It looks like the recent street riots are behind us, and local artists and arts organizations need to ask themselves one key question: What can we do to help breathe life back into Cincinnati?

One inspiring answer comes from Contemporary Dance Theater (CDT) and its Strategic Collaboration Grant award for Inside/Outside. It’s a program that unites the resources of CDT, Intuition Theatre, Women Writing for (a) Change Foundation and the Women’s Project at the Prison Reform Advocacy Center (PRAC) to create biweekly workshops for incarcerated women at the River City Correctional Center. Inside/Outside is based on a similar workshop CDT sponsored at the correctional center earlier this year.

For those who insist that large budgets and large staffs are necessary when it comes to creating unique and inspirational outreach, it’s important to remember that CDT has a paid staff that consists solely of Executive Director Jefferson James. Inside/Outside is proof that a small organization can make a huge impact — all it requires is creativity and the inspiration to do what’s right for the community.

James has plenty of CDT business to keep her busy. Still, there was never any doubt on her behalf that Inside/Outside wasn’t something CDT should try to do.

“I don’t know if it (Inside/Outside) benefits the organization in a direct way,” James says, speaking recently at her College Hill Town Hall office. “But I do know that it will benefit that community in which we live.”

Inside/Outside is arts outreach at its best. It’s about bringing the freeing act of artistic expression to people who need it most.

The women inside River City Correctional Center don’t have the opportunity to experience Greater Cincinnati’s cultural riches. Inside/Outside will help reunite them with their own artistic spirit.

I don’t know if James and her Inside/Outside team will discuss teen-ager Timothy Thomas’ fatal shooting by Cincinnati Police when they head to the correctional center later this fall. But I think it’s safe to say the topic will emerge in their conversations as well as the artwork created by the inmates.

Far removed from the recent Over-the-Rhine turmoil, there is calm outside James’ College Hill office. But CDT felt the impact of the April riots. The citywide curfew cancelled all shows for the visiting dance troupe Pilobolus, which eliminated what looked to be the company’s most popular 2000-2001 season program. Losing Pilobolus also reminds James why Inside/Outside is so important.

“Especially in these trying times, I’m reminded about all the anger and frustration involved in the riots,” James says. “This program is about giving people another tool for expressing those feelings.”

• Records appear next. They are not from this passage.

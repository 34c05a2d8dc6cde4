/**
 * A long history's sign-off decision is made wholly in the pool (server/workers/sign-off-decision.ts):
 * evaluated, checked and stored with its input on the thread's own connection, handing back the
 * decided row only. Called as the worker thread calls it (its own connection from the file's path),
 * on a real migrated SQLite file with the demo company, whose nano waits for a decision. Its
 * refusals come back as what they say and are thrown again as their own classes, so the request
 * loop answers them as it answers its own.
 */
import { eq } from 'drizzle-orm'
import { describe, expect, it } from 'vitest'
import { evaluateCycle } from '../../../../shared/cycle/engine'
import { OVERRIDE_REASON_MESSAGE } from '../../../../shared/schemas/sign-off'
import { readings, signOffs } from '../../../../server/db/schema'
import { EvaluationOutdated } from '../../../../server/domain/sign-off/evaluation'
import { SignOffRefused } from '../../../../server/domain/sign-off/refusal'
import { carriedRefusal, refusalAgain } from '../../../../server/domain/sign-off/refusal-transfer'
import { signedInput, signedInputHolds } from '../../../../server/domain/sign-off/signed-record'
import { TankStatusRefused } from '../../../../server/domain/tanks/status'
import { signOffDecision, type SignOffDecisionOutcome } from '../../../../server/workers/sign-off-decision'
import { seededDatabase } from '../../../support/seeded-database'

const { db, dbPath, demo } = await seededDatabase('sign-off-decision-worker')
const nano = demo.tanks.nano
const supervisor = { id: demo.users.supervisor, organisationId: demo.organisationId, role: 'supervisor' as const }
const aquarist = { id: demo.users.aquarist, organisationId: demo.organisationId, role: 'aquarist' as const }

/** The refusal an outcome carries, thrown again as the request loop throws it. */
function refusalFrom(outcome: SignOffDecisionOutcome): Error {
  if (outcome.kind !== 'refused') throw new Error(`not refused: ${outcome.kind}`)
  // Across a thread only what structured cloning keeps arrives: no class, no methods.
  return refusalAgain(structuredClone(outcome.refusal))
}

describe('a refusal carried across a thread', () => {
  it('is thrown again as its own class, with its status, message, field and data', () => {
    const refusals = [
      new EvaluationOutdated(),
      new SignOffRefused(400, OVERRIDE_REASON_MESSAGE, { field: 'note', data: { overrideGrounds: ['Not complete.'] } }),
      new SignOffRefused(409, 'No sign-off request is waiting for this tank'),
      new TankStatusRefused('status', 'A tank that is planned cannot be signed off'),
    ]
    for (const refusal of refusals) {
      const again = refusalAgain(structuredClone(carriedRefusal(refusal)!))
      expect(again.constructor).toBe(refusal.constructor)
      expect(again).toEqual(refusal)
      expect(again.message).toBe(refusal.message)
    }
    expect(carriedRefusal(new Error('disk full'))).toBeUndefined()
  })
})

describe('the sign-off decision task', () => {
  it('refuses as the loop refuses: who may decide, a missing reason, no such tank', async () => {
    const forbidden = refusalFrom(await signOffDecision({ dbPath, tankId: nano, actor: aquarist, decision: 'approve', note: '' }))
    expect(forbidden).toBeInstanceOf(SignOffRefused)
    expect(forbidden).toMatchObject({ status: 403, message: 'Only this tank\'s supervisor or an admin may decide' })

    // Ammonia back at 2 mg/L: approving now goes against the engine and needs a written reason.
    const worrying = db.insert(readings).values({ tankId: nano, takenAt: new Date(Date.now() - 10 * 60_000).toISOString(), ammoniaN: 2, nitriteN: 0, nitrateN: 10, pH: 8.1, temperatureC: 25.5, salinity: 35 }).returning().get()
    const noReason = refusalFrom(await signOffDecision({ dbPath, tankId: nano, actor: supervisor, decision: 'approve', note: '' }))
    expect(noReason).toMatchObject({ status: 400, message: OVERRIDE_REASON_MESSAGE, details: { field: 'note', data: { overrideGrounds: expect.arrayContaining([expect.stringMatching(/not complete/)]) } } })
    db.delete(readings).where(eq(readings.id, worrying.id)).run()

    expect(await signOffDecision({ dbPath, tankId: 'no-such-tank', actor: supervisor, decision: 'approve', note: '' })).toEqual({ kind: 'missing' })
    expect(db.select().from(signOffs).where(eq(signOffs.tankId, nano)).all().map(r => r.status)).toEqual(['requested'])
  })

  it('stores the decision and its input, and hands back the row without the input', async () => {
    const outcome = await signOffDecision({ dbPath, tankId: nano, actor: supervisor, decision: 'return', note: 'The leak test photo is missing.' })
    if (outcome.kind !== 'decided') throw new Error(JSON.stringify(outcome))
    const { signOff } = outcome.result
    expect(signOff).toMatchObject({ status: 'returned', decidedBy: supervisor.id, decisionNote: 'The leak test photo is missing.' })
    expect(signOff.snapshot).not.toHaveProperty('input')
    const stored = db.select().from(signOffs).where(eq(signOffs.id, signOff.id)).get()!
    expect(JSON.parse(JSON.stringify(signOff))).toEqual(JSON.parse(JSON.stringify(stored)))
    const input = signedInput(db, signOff.id)!
    expect(input.now).toBe(stored.decidedAt)
    expect(evaluateCycle(input)).toEqual(stored.snapshot!.verdict)
    // The lock's question, asked in SQL over the stored input.
    const held = input.readings[0]!.id
    expect(signedInputHolds(db, signOff.id, held)).toBe(true)
    expect(signedInputHolds(db, signOff.id, 'not-a-test')).toBe(false)
    expect(signedInputHolds(db, 'no-such-sign-off', held)).toBe(false)
    const event = input.events?.[0]
    if (event) expect(signedInputHolds(db, signOff.id, event.id)).toBe(true)
    // Recorded with the decision, in its transaction: exactly the tests and events the input holds.
    const recorded = db.$client.prepare('select entry_id from sign_off_input_entries where sign_off_id = ? order by 1').pluck().all(signOff.id)
    expect(recorded).toEqual([...input.readings.map(r => r.id), ...(input.events ?? []).map(e => e.id)].sort())
  })
})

Hopefully, tensions will have eased by the end of summer. There will be satisfactory answers behind the cause for Thomas’ fatal shooting. Broken windows will have been replaced.

Around the same time, the Inside/Outside team will have a retreat to finalize programming. They’ll hammer out details throughout September. Later that fall, they’ll meet with River City Correctional Center inmates. It’s safe to say that it will be an extraordinary event.

Some Cincinnati arts organizations have responded to the April riots with additional security. They insist that they’re already doing enough outreach.

James and her Inside/Outside volunteers show that there’s a better way. The company’s spirit of collaboration and inspiration is infectious, as James and her small group of volunteers prove that big ideas are possible even on the smallest of operational budgets.

More importantly, Inside/Outside makes a political impact at a time when the arts community needs to be more integrated with the city it calls home. Hope for a better community continues with inspiring projects like Inside/Outside.